→ **ASSIGNMENT**:
Exactly the lines from the opening of the data through the line containing "Every refit repeats" should be reproduced, please, with nothing added.

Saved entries
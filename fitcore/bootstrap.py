r"""Bootstrap intervals for the parameters of a finished fit.

Two resampling schemes (Efron & Tibshirani 1993, ch. 9; Davison & Hinkley 1997,
section 6.2):

* **case** bootstrap: draw ``n`` of the used points with replacement (x, y and sigma
  together) and refit. Makes no assumption about the error model; points the
  analyst excluded stay out.
* **residual** bootstrap: keep x, draw from the fit's whitened residuals and refit
  ``y* = f(x, theta) + sigma_i e*_i``. The residuals are the modified residuals
  ``r_i / sqrt(1 - h_ii)`` (h from the Jacobian of the fit), centred to mean zero
  (Davison & Hinkley 1997, algorithm 6.3). Assumes exchangeable errors.

Every refit repeats the original method: same model, loss, tuning constant, shape,
held parameters, sigma mode and scale rule (an automatic scale is re-estimated per
resample, a fixed one is kept; the adaptive loss re-fits its shape), warm-started from
the original estimates. Intervals are percentile intervals of the refitted values.
A resample whose fit fails or does not converge is dropped and counted in
``n_failed``.

Reproducibility: the resamples are cut into chunks of fixed size, each with its own
random generator seeded from ``numpy.random.SeedSequence(seed).spawn``; the result
for a given seed is the same whether the chunks run in this process or in a pool of
worker processes. The pool (``concurrent.futures`` with the ``spawn`` start method,
safe beside a running Qt application) is used when the work is large and
``processes != 1``; the model is rebuilt in the workers from its built-in name,
formula text or design matrix, so models built from Python callables run in this
process only. A program that calls :func:`bootstrap` with a pool from a script must
guard its entry point with ``if __name__ == "__main__":`` (spawn re-imports it).
"""
from __future__ import annotations

import math
import os
import time
from concurrent import futures
from dataclasses import dataclass
from typing import Callable

import numpy as np

from .diagnostics import hat_values, refit_settings, used_mask, whitened
from .model import Model, design_model
from .result import FitResult
from .solve import FitError, fit

CHUNK = 25  # resamples per chunk (fixed: it defines the random streams)
POOL_MIN_SECONDS = 4.0  # use the pool (processes=None) when the rest would take longer
KINDS = ("case", "residual")


@dataclass
class BootstrapResult:
    """Bootstrap of one fit.

    Attributes
    ----------
    intervals
        ``(n_params, 2)`` percentile intervals at ``level``; held parameters get
        their held value at both ends; NaN when fewer than 10 resamples succeeded.
    samples
        ``(B', n_params)`` refitted values of the successful resamples.
    stderr
        Standard deviation of the samples per parameter.
    B, n_done, n_failed
        Resamples asked for, resamples attempted, and failed (dropped) resamples.
    kind, seed, level
        As given.
    cancelled
        True when ``cancel()`` stopped the run early.
    processes
        Worker processes used (1 = this process).
    method_text
        e.g. ``"case bootstrap, B = 999, percentile intervals, seed 0"``.
    """

    intervals: np.ndarray
    samples: np.ndarray
    stderr: np.ndarray
    param_names: tuple[str, ...]
    B: int
    n_done: int
    n_failed: int
    kind: str
    seed: int
    level: float
    cancelled: bool
    processes: int
    method_text: str
    elapsed: float = 0.0


# --------------------------------------------------------------------------- worker
_MODEL_CACHE: dict = {}


def _build_model(spec):
    """Rebuild a model in a worker from ``("builtin", name) | ("formula", text) |
    ("design", A, names, name)``; the model objects hold Python functions that do not
    travel between processes."""
    if isinstance(spec, Model):
        return spec
    kind = spec[0]
    if kind == "design":
        return design_model(spec[1], spec[2], spec[3])
    key = spec
    if key not in _MODEL_CACHE:
        if kind == "builtin":
            from .models import get_model
            _MODEL_CACHE[key] = get_model(spec[1])
        elif kind == "formula":
            from .formula import parse_formula
            _MODEL_CACHE[key] = parse_formula(spec[1])
        else:
            raise ValueError(f"unknown model description {kind!r}")
    return _MODEL_CACHE[key]


def _run_chunk(job: dict, seed_seq, count: int) -> np.ndarray:
    """Refit ``count`` resamples drawn with ``default_rng(seed_seq)``.

    Top-level so that a spawned worker can import it. Returns ``(count, n_params)``
    values with a NaN row for each failed resample.
    """
    model = _build_model(job["model"])
    rng = np.random.default_rng(seed_seq)
    x, y, sig = job["x"], job["y"], job["sigma"]
    n = x.size
    p = len(model.param_names)
    out = np.full((count, p), np.nan)
    for b in range(count):
        if job["kind"] == "case":
            pick = rng.integers(0, n, n)
            xb, yb = x[pick], y[pick]
            sb = None if sig is None else sig[pick]
        else:
            e = job["resid"][rng.integers(0, n, n)]
            xb, sb = x, sig
            yb = job["fitted"] + (e if sig is None else sig * e)
        try:
            r = fit(model, xb, yb, sigma=sb, p0=job["p0"], **job["settings"])
        except (FitError, ValueError, ArithmeticError, np.linalg.LinAlgError):
            continue
        if r.converged and np.all(np.isfinite(r.values)):
            out[b] = r.values
    return out


# --------------------------------------------------------------------------- helpers
def _same_model(a: Model, b: Model, x: np.ndarray, p: np.ndarray) -> bool:
    if a.param_names != b.param_names or a.is_linear != b.is_linear:
        return False
    try:
        with np.errstate(all="ignore"):
            for q in (p, p * (1 + 1e-3) + 1e-3):
                fa, fb = np.asarray(a.f(x, q), float), np.asarray(b.f(x, q), float)
                ja, jb = np.asarray(a.jac(x, q), float), np.asarray(b.jac(x, q), float)
                if not (np.array_equal(fa, fb, equal_nan=True)
                        and np.array_equal(ja, jb, equal_nan=True)):
                    return False
    except Exception:  # noqa: BLE001 - any failure means "not the same model"
        return False
    return True


def model_spec(model: Model, x: np.ndarray, p: np.ndarray):
    """A picklable description that rebuilds ``model`` exactly, or None."""
    cands = []
    if model.name == "design" and model.is_linear:
        try:
            m = int(np.nanmax(x)) + 1 if x.size else 0
            A = np.asarray(model.basis(np.arange(m, dtype=float)), dtype=float)
            cands.append(("design", A, tuple(model.param_names), model.name))
        except Exception:  # noqa: BLE001
            pass
    cands.append(("builtin", model.name))
    text = model.formula[4:] if model.formula.startswith("y = ") else model.formula
    for t in (model.name, text):
        if t:
            cands.append(("formula", t))
    for spec in cands:
        try:
            built = _build_model(spec)
        except Exception:  # noqa: BLE001 - not that kind of model
            continue
        if _same_model(model, built, x, p):
            return spec
    return None


def _percentile(samples: np.ndarray, level: float, values: np.ndarray, free: np.ndarray):
    p = values.size
    iv = np.full((p, 2), np.nan)
    if samples.shape[0] >= 10:
        q = np.quantile(samples, [(1 - level) / 2, (1 + level) / 2], axis=0).T
        iv[:] = q
    iv[~free] = values[~free, None]
    return iv


def bootstrap(res: FitResult, kind: str = "case", B: int = 999, seed: int = 0,
              level: float = 0.95, *, progress: Callable[[int, int], None] | None = None,
              cancel: Callable[[], bool] | None = None, processes: int | None = None
              ) -> BootstrapResult:
    """Case or residual bootstrap of a fit, with percentile intervals.

    Parameters
    ----------
    res
        The fit to bootstrap.
    kind
        ``"case"`` or ``"residual"`` (see the module docstring).
    B
        Number of resamples (default 999).
    seed
        Seed of the random streams (a non-negative whole number).
    level
        Interval level, e.g. 0.95.
    progress
        ``progress(done, B)`` after each chunk of resamples.
    cancel
        ``cancel() -> True`` stops early; the resamples done so far are used and
        ``cancelled`` is True.
    processes
        1 = this process only; None = a pool of up to 2 workers (or the CPU count if
        smaller) when the run would take more than a couple of seconds; k > 1 = a pool
        of k workers.
    """
    t0 = time.perf_counter()
    if not isinstance(res, FitResult):
        raise FitError("the bootstrap needs a finished fit (a FitResult)")
    if kind not in KINDS:
        raise FitError(f"the bootstrap kind must be 'case' or 'residual', not {kind!r}")
    try:
        B = int(B)
    except (TypeError, ValueError):
        raise FitError(f"the number of resamples B must be a whole number, not {B!r}") from None
    if B < 10:
        raise FitError("the bootstrap needs at least B = 10 resamples (999 is usual)")
    if not (isinstance(level, (int, float)) and 0 < level < 1):
        raise FitError(f"the interval level must be between 0 and 1, not {level!r}")
    if not (isinstance(seed, (int, np.integer)) and seed >= 0):
        raise FitError(f"the seed must be a non-negative whole number, not {seed!r}")
    if processes is not None and (not isinstance(processes, (int, np.integer)) or processes < 1):
        raise FitError("processes must be None or a whole number of at least 1")
    if res.dof <= 0:
        raise FitError("the fit has no degrees of freedom left; a bootstrap would only "
                       "reproduce it")

    used = used_mask(res)
    idx, J, r, sig = whitened(res)
    n = idx.size
    settings = refit_settings(res)
    job = {"kind": kind, "x": res.x[used].copy(), "y": res.y[used].copy(),
           "sigma": None if res.sigma is None else res.sigma[used].copy(),
           "p0": dict(zip(res.param_names, (float(v) for v in res.values))),
           "settings": settings, "model": res.model}
    if kind == "residual":
        h = hat_values(J)
        with np.errstate(all="ignore"):
            e = r / np.sqrt(np.where(h < 1 - 1e-12, 1.0 - h, np.nan))
        e = e[np.isfinite(e)]
        if e.size == 0:
            raise FitError("no residuals to resample")
        job["resid"] = e - e.mean()
        job["fitted"] = res.fitted[used].copy()
        # keep the number of points: draw n residuals from the usable ones
        if e.size != n:
            job["resid"] = np.resize(job["resid"], n)

    n_chunks = math.ceil(B / CHUNK)
    counts = [min(CHUNK, B - j * CHUNK) for j in range(n_chunks)]
    seeds = np.random.SeedSequence(int(seed)).spawn(n_chunks)
    chunks: dict[int, np.ndarray] = {}
    done = 0
    cancelled = False

    def report():
        if progress is not None:
            progress(done, B)

    # first chunk here: it also times the work
    if cancel is not None and cancel():
        cancelled = True
    else:
        t1 = time.perf_counter()
        chunks[0] = _run_chunk(job, seeds[0], counts[0])
        done += counts[0]
        report()
        per = (time.perf_counter() - t1) / counts[0]

    n_proc = 1
    rest = list(range(1, n_chunks))
    if not cancelled and rest and processes != 1:
        want = processes if processes is not None else min(2, os.cpu_count() or 1)
        big = processes is not None or per * (B - done) > POOL_MIN_SECONDS
        spec = model_spec(res.model, job["x"], res.values) if (want > 1 and big) else None
        if spec is not None:
            n_proc = int(want)
            pjob = dict(job, model=spec)
            try:
                cancelled, done = _run_pool(pjob, rest, seeds, counts, chunks, n_proc,
                                            done, B, progress, cancel)
            except (OSError, RuntimeError, futures.BrokenExecutor):
                n_proc = 1  # no pool on this system: finish here, same streams
            rest = [] if cancelled else [j for j in rest if j not in chunks]
    for j in rest:
        if cancel is not None and cancel():
            cancelled = True
            break
        chunks[j] = _run_chunk(job, seeds[j], counts[j])
        done += counts[j]
        report()

    p = len(res.param_names)
    allv = (np.vstack([chunks[j] for j in sorted(chunks)]) if chunks
            else np.zeros((0, p)))
    ok = np.all(np.isfinite(allv), axis=1)
    samples = allv[ok]
    n_failed = int(allv.shape[0] - samples.shape[0])
    free = res.free
    intervals = _percentile(samples, level, res.values, free)
    stderr = (np.std(samples, axis=0, ddof=1) if samples.shape[0] > 1
              else np.full(p, np.nan))
    stderr[~free] = 0.0
    text = f"{kind} bootstrap, B = {B}, percentile intervals, seed {seed}"
    if cancelled:
        text += f" (cancelled after {allv.shape[0]} resamples)"
    if n_failed:
        text += f"; {n_failed} resample{'s' if n_failed != 1 else ''} failed and " \
                f"{'were' if n_failed != 1 else 'was'} dropped"
    return BootstrapResult(intervals=intervals, samples=samples, stderr=stderr,
                           param_names=tuple(res.param_names), B=B, n_done=int(allv.shape[0]),
                           n_failed=n_failed, kind=kind, seed=int(seed), level=float(level),
                           cancelled=cancelled, processes=n_proc, method_text=text,
                           elapsed=time.perf_counter() - t0)


def _run_pool(job, rest, seeds, counts, chunks, n_proc, done, B, progress, cancel):
    import multiprocessing

    ctx = multiprocessing.get_context("spawn")
    cancelled = False
    ex = futures.ProcessPoolExecutor(max_workers=n_proc, mp_context=ctx)
    try:
        pending = {ex.submit(_run_chunk, job, seeds[j], counts[j]): j for j in rest}
        while pending:
            if cancel is not None and cancel():
                cancelled = True
                break
            finished, _ = futures.wait(list(pending), timeout=0.2,
                                       return_when=futures.FIRST_COMPLETED)
            for f in finished:
                j = pending.pop(f)
                chunks[j] = f.result()
                done += counts[j]
                if progress is not None:
                    progress(done, B)
    finally:
        ex.shutdown(wait=not cancelled, cancel_futures=True)
    return cancelled, done


__all__ = ["bootstrap", "BootstrapResult", "model_spec", "CHUNK"]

→ **WRITTEN RESPONSE**:
filename fitcore/bootstrap.py
r"""Bootstrap intervals for the parameters of a finished fit.

Two resampling schemes (Efron & Tibshirani 1993, ch. 9; Davison & Hinkley 1997,
section 6.2):

* **case** bootstrap: draw ``n`` of the used points with replacement (x, y and sigma
  together) and refit. Makes no assumption about the error model; points the
  analyst excluded stay out.
* **residual** bootstrap: keep x, draw from the fit's whitened residuals and refit
  ``y* = f(x, theta) + sigma_i e*_i``. The residuals are the modified residuals
  ``r_i / sqrt(1 - h_ii)`` (h from the Jacobian of the fit), centred to mean zero
  (Davison & Hinkley 1997, algorithm 6.3). Assumes exchangeable errors.

Every refit repeats the original method: same model, loss, tuning constant, shape,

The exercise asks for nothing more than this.